I wanted to poke at the Linux kernel. eBPF was the answer

Why and how I started learning eBPF, extended Berkley Packet Filters, and what I liked about it

Introduction

A while back I came across Cloudflare’s writeup on how they mitigated a 3.8 Tbps DDoS attack, the largest ever disclosed publicly at the time. The post goes deep into how their systems detected and dropped attack traffic autonomously (quite interesting stuff). One part that caught my eye: they used XDP and eBPF to drop packets directly at the NIC level, before the kernel network stack even saw them. I had zero clue on what eBPF was back then. I thought that was interesting, bookmarked it, and then forgot about it (Yeah I do that a lot).

When I eventually got around to it, I was looking to get into lower level Linux stuff anyway. How the kernel works, how you can poke at it from the outside. eBPF kept coming up. I also saw it framed as a safer alternative to writing kernel modules for certain use cases. That part made immediate sense to me, because writing kernel modules means one bad pointer dereference and your machine is just down. So I thought maybe I could look into it seriously.

What even is eBPF

eBPF lets you run sandboxed programs inside the Linux kernel without modifying the kernel source or loading a module. Before your program runs, the kernel verifies it. No unbounded loops, no out-of-bounds memory access, every code path has to terminate. If it doesn’t pass, it doesn’t load. However it doesn’t mean it’s bullet-proof, I still found some bugs and weird things happen now and then. But it catches the most obvious ones.

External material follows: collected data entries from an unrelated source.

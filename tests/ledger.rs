//! The look ledger: lines round-trip exactly, every kind of tampering is caught at the right
//! line, concurrent runs serialize through the lock, and setting a file aside overwrites
//! nothing. Hashes are recomputed here with `sha2` directly from the file's bytes, following the
//! line format's definition, rather than through surety's own helpers.

use sha2::{Digest, Sha256};
use std::path::{Path, PathBuf};
use std::process::{Command, Stdio};
use surety::ledger::{
    ArmLook, Entry, EntryKind, InputDigest, LEDGER_FORMAT, Ledger, LedgerErrorKind, LockedLedger,
};

fn sha(bytes: &[u8]) -> String {
    Sha256::digest(bytes)
        .iter()
        .map(|b| format!("{b:02x}"))
        .collect()
}

const ZEROS: &str = "0000000000000000000000000000000000000000000000000000000000000000";

/// An unsealed entry of `kind` for `look`, keyed by `tag`.
fn entry(kind: EntryKind, look: u32, tag: &str, delta: f64) -> Entry {
    Entry {
        format: String::new(),
        seq: 0,
        kind,
        look,
        time: "2026-11-30T08:15:00Z".into(),
        key: sha(tag.as_bytes()),
        spec_sha256: sha(b"study.yaml"),
        inputs: vec![InputDigest {
            path: "picks.csv".into(),
            sha256: sha(tag.as_bytes()),
        }],
        arms: vec![ArmLook {
            name: "fw-4.2.0".into(),
            n: 4600,
            upper: Some(0.004223211),
            lower: None,
            verdict: "pass".into(),
        }],
        method: "exact".into(),
        guarantee: "fixed-n".into(),
        delta: 0.05,
        verdict: "pass".into(),
        delta_spent: delta,
        results_sha256: sha(b"results"),
        note: None,
        prev: String::new(),
        hash: String::new(),
    }
}

fn look(n: u32, tag: &str, delta: f64) -> Entry {
    entry(EntryKind::Look, n, tag, delta)
}

/// Seal entries one after another; the sealed entries and the file's bytes.
fn build(entries: Vec<Entry>) -> (Vec<Entry>, Vec<u8>) {
    let mut ledger = Ledger::default();
    let mut bytes = Vec::new();
    for e in entries {
        let (sealed, line) = ledger.seal(e);
        bytes.extend_from_slice(line.as_bytes());
        bytes.push(b'\n');
        ledger.entries.push(sealed);
    }
    (ledger.entries, bytes)
}

/// A three-line ledger: look 1, a re-issue of it, look 2.
fn three() -> (Vec<Entry>, Vec<u8>) {
    build(vec![
        look(1, "a", 0.05 / 3.0),
        entry(EntryKind::ReIssue, 1, "a", 0.0),
        look(2, "b", 0.05 / 3.0),
    ])
}

fn lines(bytes: &[u8]) -> Vec<Vec<u8>> {
    bytes
        .split_inclusive(|b| *b == b'\n')
        .map(<[u8]>::to_vec)
        .collect()
}

fn err_of(bytes: &[u8]) -> (LedgerErrorKind, Option<u64>, String) {
    match Ledger::parse(bytes) {
        Ok(l) => panic!("accepted a damaged ledger of {} lines", l.entries.len()),
        Err(e) => (e.kind, e.line, e.message),
    }
}

#[test]
fn three_lines_round_trip() {
    let (sealed, bytes) = three();
    let ledger = Ledger::parse(&bytes).unwrap();
    assert_eq!(ledger.entries, sealed);
    let text = lines(&bytes);
    assert_eq!(
        ledger.head(),
        sha(text[2].strip_suffix(b"\n").unwrap()),
        "head is the hash of the last line's bytes"
    );
    assert_eq!(ledger.next_look(), 3);
    assert_eq!(ledger.find_key(&sha(b"a")).unwrap().seq, 1);
    assert_eq!(ledger.find_key(&sha(b"b")).unwrap().look, 2);
    assert!(ledger.find_key(&sha(b"c")).is_none());
    let looks: Vec<u64> = ledger.looks().iter().map(|e| e.seq).collect();
    assert_eq!(looks, [1, 3], "the re-issue is not a look");
    assert_eq!(ledger.spent(), 2.0 * (0.05 / 3.0));
    assert_eq!(
        ledger.line_sha256(2).unwrap(),
        sha(&text[1][..text[1].len() - 1])
    );
    assert!(ledger.line_sha256(4).is_none());
}

#[test]
fn empty_ledger() {
    let ledger = Ledger::parse(b"").unwrap();
    assert!(ledger.entries.is_empty());
    assert_eq!(ledger.head(), ZEROS);
    assert_eq!(ledger.next_look(), 1);
    assert_eq!(ledger.spent(), 0.0);
    assert!(ledger.looks().is_empty());
}

/// The documented line format: keys in order, compact, `prev` and `hash` as defined.
#[test]
fn lines_follow_the_documented_format() {
    let (_, bytes) = three();
    let text = lines(&bytes);
    let keys = [
        "format",
        "seq",
        "kind",
        "look",
        "time",
        "key",
        "spec_sha256",
        "inputs",
        "arms",
        "method",
        "guarantee",
        "delta",
        "verdict",
        "delta_spent",
        "results_sha256",
        "note",
        "prev",
        "hash",
    ];
    for (i, raw) in text.iter().enumerate() {
        let line = std::str::from_utf8(raw)
            .unwrap()
            .strip_suffix('\n')
            .unwrap();
        assert!(
            line.starts_with(&format!(
                "{{\"format\":\"{LEDGER_FORMAT}\",\"seq\":{},\"kind\":",
                i + 1
            )),
            "{line}"
        );
        let mut at = 0;
        for key in keys {
            // Top-level keys appear in this order (nested `verdict` comes after `arms`' own).
            let found = line[at..]
                .find(&format!("\"{key}\":"))
                .unwrap_or_else(|| panic!("{key} missing or out of order in {line}"));
            at += found + 1;
        }
        assert!(
            !line.contains(": ") && !line.contains(", "),
            "compact: {line}"
        );
        // `hash` is the SHA-256 of the line with the hash value emptied.
        let hash = &line[line.len() - 66..line.len() - 2];
        let blank = line.replace(&format!("\"hash\":\"{hash}\""), "\"hash\":\"\"");
        assert_eq!(sha(blank.as_bytes()), hash);
        // `prev` is the SHA-256 of the previous line's bytes without its line end.
        let prev_expected = if i == 0 {
            ZEROS.to_string()
        } else {
            sha(&text[i - 1][..text[i - 1].len() - 1])
        };
        assert!(
            line.contains(&format!("\"prev\":\"{prev_expected}\"")),
            "{line}"
        );
    }
    assert!(
        std::str::from_utf8(&text[1])
            .unwrap()
            .contains("\"kind\":\"re-issue\"")
    );
}
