#[cfg(test)]
mod tests {
    use super::*;

    // The verdict rule of DESIGN.md §7, on both sides of a boundary.
    #[test]
    fn verdict_rule_upper() {
        assert_eq!(verdict(Side::Upper, 0.01, 0.001, 0.01), Verdict::Pass);
        assert_eq!(
            verdict(Side::Upper, 0.01, 0.001, 0.0100001),
            Verdict::Inconclusive
        );
        assert_eq!(
            verdict(Side::Upper, 0.01, 0.01, 0.02),
            Verdict::Inconclusive
        );
        assert_eq!(verdict(Side::Upper, 0.01, 0.0100001, 0.02), Verdict::Fail);
    }

    #[test]
    fn verdict_rule_lower_is_the_mirror() {
        assert_eq!(verdict(Side::Lower, 0.9, 0.9, 0.99), Verdict::Pass);
        assert_eq!(verdict(Side::Lower, 0.9, 0.89, 0.99), Verdict::Inconclusive);
        assert_eq!(verdict(Side::Lower, 0.9, 0.5, 0.9), Verdict::Inconclusive);
        assert_eq!(verdict(Side::Lower, 0.9, 0.5, 0.8999), Verdict::Fail);
    }

    #[test]
    fn worst_verdict_wins() {
        use Verdict::*;
        assert_eq!(worst([Pass, Pass].into_iter()), Pass);
        assert_eq!(worst([Pass, Inconclusive].into_iter()), Inconclusive);
        assert_eq!(worst([Inconclusive, Fail, Pass].into_iter()), Fail);
    }

    fn spec(yaml: &str) -> Spec {
        crate::spec::parse("t.yaml", yaml).expect("test spec parses")
    }

    fn ctx() -> Context {
        Context {
            date: crate::provenance::resolve_date(Some((2026, 1, 2)), None, 0).unwrap(),
            spec_name: "t.yaml".into(),
            spec_sha256: String::new(),
            template_sha256: String::new(),
            fonts_sha256: String::new(),
            looks: crate::analysis::looks::LookContext::unregistered(),
        }
    }

    fn run(yaml: &str) -> Analysis {
        let s = spec(yaml);
        let data = crate::data::inline(&s).expect("inline data");
        analyse(&s, &data, &ctx()).unwrap()
    }

    const ARMS: &str = "surety: 1
study: {id: T, title: t}
claim: {quantity: rate, side: upper, limit: 0.05, confidence: 0.95, scope: SCOPE}
outcome: {type: binary}
data:
  arms:
    - {name: a, trials: 200, events: 4}
    - {name: b, trials: 200, events: 1}
    - {name: c, trials: 200, events: 9}
";

    // Bonferroni over K = 3 arms for `all` and `best` (METHODS.md §11); `each` keeps δ.
    #[test]
    fn scope_sets_the_budget_and_the_selected_arm() {
        let each = run(&ARMS.replace("SCOPE", "each"));
        assert_eq!(each.adjustments.delta_per_bound, 0.05);
        let all = run(&ARMS.replace("SCOPE", "all"));
        assert_eq!(all.adjustments.delta_per_bound, 0.05 / 3.0);
        let best = run(&ARMS.replace("SCOPE", "best"));
        assert_eq!(best.adjustments.delta_per_bound, 0.05 / 3.0);
        // Arm b has the lowest observed rate, so it is the one certified.
        assert!(
            best.statement
                .starts_with("Arm b, selected as the best of 3")
        );
        assert_eq!(best.verdict, best.arms[1].verdict);
        assert_eq!(best.selected_arm, Some(1));
        assert_eq!(all.selected_arm, None);
        // A lower claim selects the largest observed rate: arm c (9 of 200).
        let lower = run(&ARMS
            .replace("SCOPE", "best")
            .replace("side: upper", "side: lower"));
        assert_eq!(lower.selected_arm, Some(2));
    }

    #[test]
    fn two_sided_claims_split_the_budget() {
        let yaml = ARMS
            .replace("side: upper", "side: two-sided")
            .replace("SCOPE", "each");
        let a = run(&yaml);
        assert_eq!(a.adjustments.delta_per_bound, 0.025);
        assert_eq!(a.adjustments.sides, 2);
    }
}
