#[test]
fn summaries_need_a_bounded_outcome_and_one_form() {
    // Binary outcome with a summary.
    let text = edit(BASE, "  trials: 4600\n  events: 12\n", SUMMARY);
    let e = err(&text);
    check(
        &e,
        pos(&text, "  n: 400", "n"),
        Some("data.n"),
        "this outcome is binary",
    );
    assert!(
        e.hint
            .as_deref()
            .unwrap_or("")
            .contains("outcome.type: bounded"),
        "{e}"
    );
    // Counts and a summary together.
    let text = bounded_with("  trials: 400\n  events: 3\n  mean: 1.12\n");
    let e = err(&text);
    check(
        &e,
        pos(&text, "  mean:", "mean"),
        Some("data.mean"),
        "gives both inline counts (`trials` and `events`) and a summary (`n`, `mean` and `sd`)",
    );
    assert!(
        e.hint
            .as_deref()
            .unwrap_or("")
            .contains("matches outcome.type"),
        "{e}"
    );
    // A summary and a file.
    let text = bounded_with("  file: values.csv\n  n: 400\n");
    check(
        &err(&text),
        pos(&text, "  n: 400", "n"),
        Some("data.n"),
        "gives both `file` and a summary",
    );
    // Columns belong to files.
    let text = bounded_with("  n: 400\n  mean: 1.12\n  sd: 0.21\n  column: gap\n");
    check(
        &err(&text),
        pos(&text, "column:", "column"),
        Some("data.column"),
        "only to data read from a `file`",
    );
    // No form at all: the hint of a bounded outcome shows the summary.
    let text = bounded_with("  column: gap\n");
    let e = err(&text);
    check(
        &e,
        pos(&text, "  column: gap", "column"),
        Some("data"),
        "exactly one of",
    );
    assert!(
        e.hint.as_deref().unwrap_or("").contains("`sd: 0.21`"),
        "{e}"
    );
}

#[test]
fn arm_summary_mistakes() {
    // One arm with both forms.
    let text = bounded_with("  arms:\n    - {name: a, n: 40, mean: 1.2, sd: 0.3, events: 2}\n");
    check(
        &err(&text),
        pos(&text, "name: a", "events"),
        Some("data.arms[0].events"),
        "both counts",
    );
    // Arms written in different forms.
    let text = bounded_with(
        "  arms:\n    - {name: a, n: 40, mean: 1.2, sd: 0.3}\n    - {name: b, trials: 40, events: 2}\n",
    );
    check(
        &err(&text),
        pos(&text, "name: b", "trials"),
        Some("data.arms[1].trials"),
        "all arms are given the same way",
    );
    // A summary arm for a binary outcome.
    let text = edit(
        BASE,
        "  trials: 4600\n  events: 12\n",
        "  arms:\n    - {name: a, n: 40, mean: 0.2, sd: 0.3}\n",
    );
    check(
        &err(&text),
        pos(&text, "name: a", "n:"),
        Some("data.arms[0].n"),
        "this outcome is binary",
    );
    // Values are checked per arm.
    let text = bounded_with(
        "  arms:\n    - {name: a, n: 40, mean: 1.2, sd: 0.3}\n    - {name: b, n: 1, mean: 1.2, sd: 0.3}\n",
    );
    check(
        &err(&text),
        pos(&text, "name: b", "1,"),
        Some("data.arms[1].n"),
        "at least 2",
    );
    let text = bounded_with("  arms:\n    - {name: a, n: 40, mean: 1.2}\n");
    check(
        &err(&text),
        pos(&text, "name: a", "{"),
        Some("data.arms[0].sd"),
        "missing key `sd`",
    );
    let text = bounded_with("  arms:\n    - {name: a}\n");
    let e = err(&text);
    check(
        &e,
        pos(&text, "name: a", "{"),
        Some("data.arms[0].n"),
        "missing key `n`",
    );
    assert!(e.hint.as_deref().unwrap_or("").contains("sd: 0.3"), "{e}");
    let text = edit(
        BASE,
        "  trials: 4600\n  events: 12\n",
        "  arms:\n    - {name: a}\n",
    );
    let e = err(&text);
    check(
        &e,
        pos(&text, "name: a", "{"),
        Some("data.arms[0].trials"),
        "missing key `trials`",
    );
    assert_eq!(
        e.hint.as_deref(),
        Some("each arm is written {name: A, trials: 100, events: 1}")
    );
    let text = bounded_with(
        "  arms:\n    - {name: a, n: 40, mean: 1.2, sd: 0.3}\n    - {name: a, n: 41, mean: 1.2, sd: 0.3}\n",
    );
    check(
        &err(&text),
        pos(&text, "n: 41", "a,"),
        Some("data.arms[1].name"),
        "already used",
    );
}
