/** `ledger.json` of version 2: the commit record. */
const ledgerV2Schema = z
  .object({
    version: z.literal(2),
    committedRunId: z.string().min(1).nullable(),
    entries: z.string().regex(/^entries-[0-9a-f]{64}\.json$/, 'must name an entries-<sha256>.json file'),
    count: z.number().int().nonnegative(),
    maxTsMs: z.number().nullable(),
    watermarkMs: z.number().nullable(),
  })
  .strict()

/** The version 2 entries file: one array per field, `run` indexing `runs`, windows as two nullable columns. */
const entriesSchema = z
  .object({
    version: z.literal(2),
    path: z.array(z.string().min(1)),
    size: z.array(z.number().int().nonnegative()),
    mtimeMs: z.array(z.number().nonnegative()),
    fingerprint: z.array(z.string().regex(/^[0-9a-f]{64}$/, 'must be a hex SHA-256')),
    runs: z.array(z.string().min(1)),
    run: z.array(z.number().int().nonnegative()),
    windowFirst: z.array(z.number().nullable()),
    windowLast: z.array(z.number().nullable()),
  })
  .strict()
type EntriesColumns = z.infer<typeof entriesSchema>

const entryKeys = new Set(['path', 'size', 'mtimeMs', 'fingerprint', 'runId', 'windows'])
const sha256Hex = /^[0-9a-f]{64}$/

/** The same rules as `entrySchema`, without building an issue list; false sends the caller to zod for the message. */
function isLedgerEntry(v: unknown): v is LedgerEntry {
  if (typeof v !== 'object' || v === null || Array.isArray(v)) return false
  for (const k of Object.keys(v)) if (!entryKeys.has(k)) return false
  const e = v as Record<string, unknown>
  const { path, size, mtimeMs, fingerprint, runId, windows } = e
  return (
    isPath(path) &&
    isSize(size) &&
    isMtime(mtimeMs) &&
    isFingerprint(fingerprint) &&
    typeof runId === 'string' &&
    runId.length > 0 &&
    (windows === undefined ||
      windows === null ||
      (Array.isArray(windows) && windows.length === 2 && isFiniteNumber(windows[0]) && isFiniteNumber(windows[1])))
  )
}

const isPath = (v: unknown): v is string => typeof v === 'string' && v.length > 0
const isSize = (v: unknown): v is number => typeof v === 'number' && Number.isSafeInteger(v) && v >= 0
const isMtime = (v: unknown): v is number => typeof v === 'number' && Number.isFinite(v) && v >= 0
const isFingerprint = (v: unknown): v is string => typeof v === 'string' && sha256Hex.test(v)
const isFiniteNumber = (v: unknown): v is number => typeof v === 'number' && Number.isFinite(v)

/** `<root>/_state/ledger.json`. */
export function ledgerPath(root: string): string {
  return join(stateDir(root), 'ledger.json')
}

/** The ledger of a root that has never committed a run. */
export function emptyLedger(): Ledger {
  return {
    version: ledgerVersion,
    committedRunId: null,
    files: [],
    maxTsMs: null,
    watermarkMs: null,
    entriesFile: null,
  }
}

/**
 * Reads the committed ledger; an absent file means an empty ledger (first run). Leftover
 * `*.tmp-<pid>` files of a crashed commit are never read: they were not committed. The entries file
 * must hash to its name, so a damaged or swapped one is caught here.
 *
 * @throws DataError when a file is not valid JSON, not a ledger of a known version, or its entries
 *   file is missing or damaged (names the file and the fix: restore it or rebuild with `run --full`).
 * @throws IoError when it cannot be read.
 */
export async function readLedger(root: string): Promise<Ledger> {
  const file = ledgerPath(root)
  const text = await readStateFile(file)
  if (text === null) return emptyLedger()
  const raw = parseJson(text, file)
  const version = typeof raw === 'object' && raw !== null && 'version' in raw ? raw.version : undefined
  if (version === 1) return readV1(raw, file)
  const parsed = ledgerV2Schema.safeParse(raw)
  if (!parsed.success) {
    throw new DataError(
      `ledger ${file} is not a version ${ledgerVersion} ledger: ${z.prettifyError(parsed.error)}; ${fix}`,
      { context: { file } },
    )
  }
  const record = parsed.data
  const entriesFile = join(stateDir(root), record.entries)
  const bytes = await readStateFile(entriesFile)
  if (bytes === null || sha256(bytes) !== record.entries.slice('entries-'.length, -'.json'.length)) {
    throw new DataError(
      `ledger entries ${entriesFile} ${bytes === null ? 'are missing' : 'do not match their hash'}; ${fix}`,
      { context: { file: entriesFile } },
    )
  }
  const files = entriesOf(parseJson(bytes, entriesFile), entriesFile)
  if (files.length !== record.count) {
    throw new DataError(
      `ledger entries ${entriesFile} hold ${files.length} entries, the ledger says ${record.count}; ${fix}`,
      { context: { file: entriesFile } },
    )
  }
  return {
    version: ledgerVersion,
    committedRunId: record.committedRunId,
    files,
    maxTsMs: record.maxTsMs,
    watermarkMs: record.watermarkMs,
    entriesFile: record.entries,
  }
}

const fix = 'restore it from a backup or rebuild with run --full'

/** The file's text, or null when it does not exist. */
async function readStateFile(file: string): Promise<string | null> {
  try {
    return await readFile(file, 'utf8')
  } catch (cause) {
    if (hasCode(cause, 'ENOENT')) return null
    throw new IoError(`cannot read the ledger ${file}; check permissions on the output root`, {
      context: { file },
      cause,
    })
  }
}

function parseJson(text: string, file: string): unknown {
  try {
    return JSON.parse(text)
  } catch (cause) {
    throw new DataError(`ledger ${file} is not valid JSON; ${fix}`, { context: { file }, cause })
  }
}

function readV1(raw: unknown, file: string): Ledger {
  const envelope = envelopeV1Schema.safeParse(raw)
  if (envelope.success && envelope.data.files.every(isLedgerEntry)) {
    return { ...envelope.data, files: envelope.data.files as LedgerEntry[], entriesFile: null }
  }
  const parsed = ledgerV1Schema.safeParse(raw)
  if (!parsed.success) {
    throw new DataError(`ledger ${file} is not a version 1 ledger: ${z.prettifyError(parsed.error)}; ${fix}`, {
      context: { file },
    })
  }
  return { ...parsed.data, entriesFile: null }
}

/** Entries from the columns of an entries file, checked by hand; zod names the first problem when a check fails. */
function entriesOf(raw: unknown, file: string): LedgerEntry[] {
  const out = fastEntries(raw)
  if (out !== null) return out
  const parsed = entriesSchema.safeParse(raw)
  const problem = parsed.success
    ? 'its columns differ in length or a run index is out of range'
    : z.prettifyError(parsed.error)
  throw new DataError(`ledger entries ${file} are not valid: ${problem}; ${fix}`, { context: { file } })
}

const columnKeys = ['version', 'path', 'size', 'mtimeMs', 'fingerprint', 'runs', 'run', 'windowFirst', 'windowLast']

function fastEntries(raw: unknown): LedgerEntry[] | null {
  if (typeof raw !== 'object' || raw === null || Array.isArray(raw)) return null
  const keys = Object.keys(raw)
  if (keys.length !== columnKeys.length || !columnKeys.every((k) => k in raw)) return null
  const c = raw as Record<string, unknown>
  if (c.version !== 2) return null
  const { path, size, mtimeMs, fingerprint, runs, run, windowFirst, windowLast } = c
  if (
    !Array.isArray(path) ||
    !Array.isArray(size) ||
    !Array.isArray(mtimeMs) ||
    !Array.isArray(fingerprint) ||
    !Array.isArray(runs) ||
    !Array.isArray(run) ||
    !Array.isArray(windowFirst) ||
    !Array.isArray(windowLast)
  ) {
    return null
  }
  const n = path.length
  if ([size, mtimeMs, fingerprint, run, windowFirst, windowLast].some((col) => col.length !== n)) return null
  if (!runs.every((r) => typeof r === 'string' && r.length > 0)) return null
  const out: LedgerEntry[] = new Array(n)
  for (let i = 0; i < n; i++) {
    const p = path[i]
    const s = size[i]
    const m = mtimeMs[i]
    const f = fingerprint[i]
    const r = run[i]
    const w0 = windowFirst[i]
    const w1 = windowLast[i]
    if (!isPath(p) || !isSize(s) || !isMtime(m) || !isFingerprint(f)) return null
    if (typeof r !== 'number' || !Number.isInteger(r) || r < 0 || r >= runs.length) return null
    const runId = runs[r] as string
    if (w0 === null && w1 === null) out[i] = { path: p, size: s, mtimeMs: m, fingerprint: f, runId }
    else if (isFiniteNumber(w0) && isFiniteNumber(w1)) {
      out[i] = { path: p, size: s, mtimeMs: m, fingerprint: f, runId, windows: [w0, w1] }
    } else return null
  }
  return out
}

/** The entries file's bytes for entries already sorted by path: columns, run ids interned, no indentation. */
function entriesText(sorted: readonly LedgerEntry[]): string {
  const runIndex = new Map<string, number>()
  const cols: EntriesColumns = {
    version: 2,
    path: [],
    size: [],
    mtimeMs: [],
    fingerprint: [],
    runs: [],
    run: [],
    windowFirst: [],
    windowLast: [],
  }
  for (const e of sorted) {
    let r = runIndex.get(e.runId)
    if (r === undefined) {
      r = cols.runs.length
      runIndex.set(e.runId, r)
      cols.runs.push(e.runId)
    }
    cols.path.push(e.path)
    cols.size.push(e.size)
    cols.mtimeMs.push(e.mtimeMs)
    cols.fingerprint.push(e.fingerprint)
    cols.run.push(r)
    cols.windowFirst.push(e.windows?.[0] ?? null)
    cols.windowLast.push(e.windows?.[1] ?? null)
  }
  return `${JSON.stringify(cols)}\n`
}

function sha256(text: string): string {
  return createHash('sha256').update(text, 'utf8').digest('hex')
}

/**
 * Commits `files` as the ledger of run `runId`. When `files` is the very array of `previous` (the
 * committed ledger, e.g. a no-op rerun), its entries file is reused; otherwise the entries are
 * written to `entries-<sha256>.json` (tmp file, fsync, rename, fsync of the folder). Then
 * `ledger.json.tmp-<pid>` is written and fsynced, renamed over `ledger.json`, and the folder is
 * fsynced so the rename itself is durable. Entries files no longer committed are removed afterwards.
 *
 * Crash safety: a crash before the rename of `ledger.json` leaves the old ledger in force (tmp files
 * and an uncommitted entries file are removed by `recoverStaging` and `gcLedgerEntries`); after it
 * the new one is, and its entries file was durable before it. There is no moment at which a reader
 * sees a half-written ledger. Entries are stored sorted by path so equal ledgers are byte-identical.
 *
 * Call it only after every table file of the run is published (store/staging.ts): the ledger is
 * the last write of a run.
 *
 * @throws CantCreateError when the state folder or a file in it cannot be written.
 */
export async function commitLedger(
  root: string,
  runId: string,
  files: readonly LedgerEntry[],
  meta: LedgerMeta = { maxTsMs: null, watermarkMs: null },
  previous?: Ledger,
): Promise<Ledger> {
  const dir = stateDir(root)
  const file = ledgerPath(root)
  const sorted = [...files].sort((a, b) => comparePaths(a.path, b.path))
  let entries: string
  try {
    await ensureDir(dir)
    if (previous !== undefined && previous.entriesFile !== null && files === previous.files) {
      entries = previous.entriesFile
    } else {
      const text = entriesText(sorted)
      entries = `entries-${sha256(text)}.json`
      await writeDurably(join(dir, entries), text)
      await fsyncDir(dir)
    }
    const record: z.infer<typeof ledgerV2Schema> = {
      version: ledgerVersion,
      committedRunId: runId,
      entries,
      count: files.length,
      maxTsMs: meta.maxTsMs,
      watermarkMs: meta.watermarkMs,
    }
    await writeDurably(file, `${JSON.stringify(record, null, 1)}\n`)
  } catch (cause) {
    throw new CantCreateError(`cannot commit the ledger ${file}; check free space and permissions on the output root`, {
      context: { file },
      cause,
    })
  }
  await fsyncDir(dir)
  await gcLedgerEntries(root, entries)
  return {
    version: ledgerVersion,
    committedRunId: runId,
    files: sorted,
    maxTsMs: meta.maxTsMs,
    watermarkMs: meta.watermarkMs,
    entriesFile: entries,
  }
}

/** Writes `target` through `<target>.tmp-<pid>` (write, fsync, rename); the tmp file is removed on failure. */
async function writeDurably(target: string, text: string): Promise<void> {
  const tmp = `${target}.tmp-${process.pid}`
  try {
    const handle = await open(tmp, 'w')
    try {
      await handle.writeFile(text, 'utf8')
      await handle.sync()
    } finally {
      await handle.close()
    }
    await rename(tmp, target)
  } catch (err) {
    await unlink(tmp).catch(() => undefined)
    throw err
  }
}

/**
 * Removes entries files under `<root>/_state/` other than `keep` (the committed one; null: the
 * committed ledger is version 1 or empty, so none is in use). Call it under the run lock: after a
 * commit, and at the start of a run to drop an entries file a killed run wrote but never committed.
 * Returns the removed names.
 */
export async function gcLedgerEntries(root: string, keep: string | null): Promise<string[]> {
  let names: string[]
  try {
    names = await readdir(stateDir(root))
  } catch (err) {
    if (hasCode(err, 'ENOENT')) return []
    throw err
  }
  const removed: string[] = []
  for (const name of names.sort(comparePaths)) {
    if (!/^entries-[0-9a-f]{64}\.json$/.test(name) || name === keep) continue
    await unlink(join(stateDir(root), name)).catch((err: unknown) => {
      if (!hasCode(err, 'ENOENT')) throw err
    })
    removed.push(name)
  }
  return removed
}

Evidently, it started as Berkeley Packet Filter, which was just a way to filter network packets efficiently. The “extended” part came later and expanded it well beyond that when people wanted better tracing options when debugging inside the kernel. These days it shows up in observability tools, performance profilers, security products, and a lot of infrastructure tooling that runs quietly in the background of production systems.

How I learned it

I started reading Learning eBPF by Liz Rice and went through it cover to cover. It builds up a solid mental model of how everything fits together, the verifier, maps, ring buffers, CO-RE, without throwing you into kernel internals from page one. Great book, would recommend it if you’re starting out.

After that I spent time staring and reading through examples at libbpf-bootstrap and cilium/ebpf. That was just to see how things are done in real projects and scripts.

Then I started writing stuff. A per-process file access counter. A pure C rough version of what would eventually become Barbwire. None of it was useful or anything. It was just to get familiar with the toolchain, get yelled at by the verifier, figure out why and repeat.

What I liked about eBPF

A couple of things genuinely impressed me.

The first was CO-RE, which stands for Compile Once, Run Everywhere. Despite my reservations on Java, I always thought the idea of Code once, run everywhere was pretty neat (Thanks to JVM). CO-RE brings the same thing to Linux kernel programming. It handles struct field offset relocations across kernel versions, so your program isn’t silently tied to the exact kernel it was compiled against. Without it, anything that walks kernel structs like task_struct breaks the moment you run it on a different machine. With it, the same binary works across versions. It is remarkable as far as I can tell.

The second was how dynamic the whole thing is. With kernel modules you write code, compile, load, and if something goes wrong you restart. With eBPF you attach programs to running systems and detach them without rebooting or disrupting anything. For observability and containers especially, that matters a lot. You can instrument a live system, see what you need, and pull the probe out. No downtime, no risk of leaving a bad module loaded.

What came next

After a few weeks of experiments I felt ready to build something with an actual purpose. That became Barbwire, a lightweight behavioral correlator that watches for processes opening sensitive files and then making network connections. I’ll write about that in the next post.

It’s not a production security tool. It’s an experiment. But building it was a good reason to use eBPF for something real instead of just counting file accesses forever.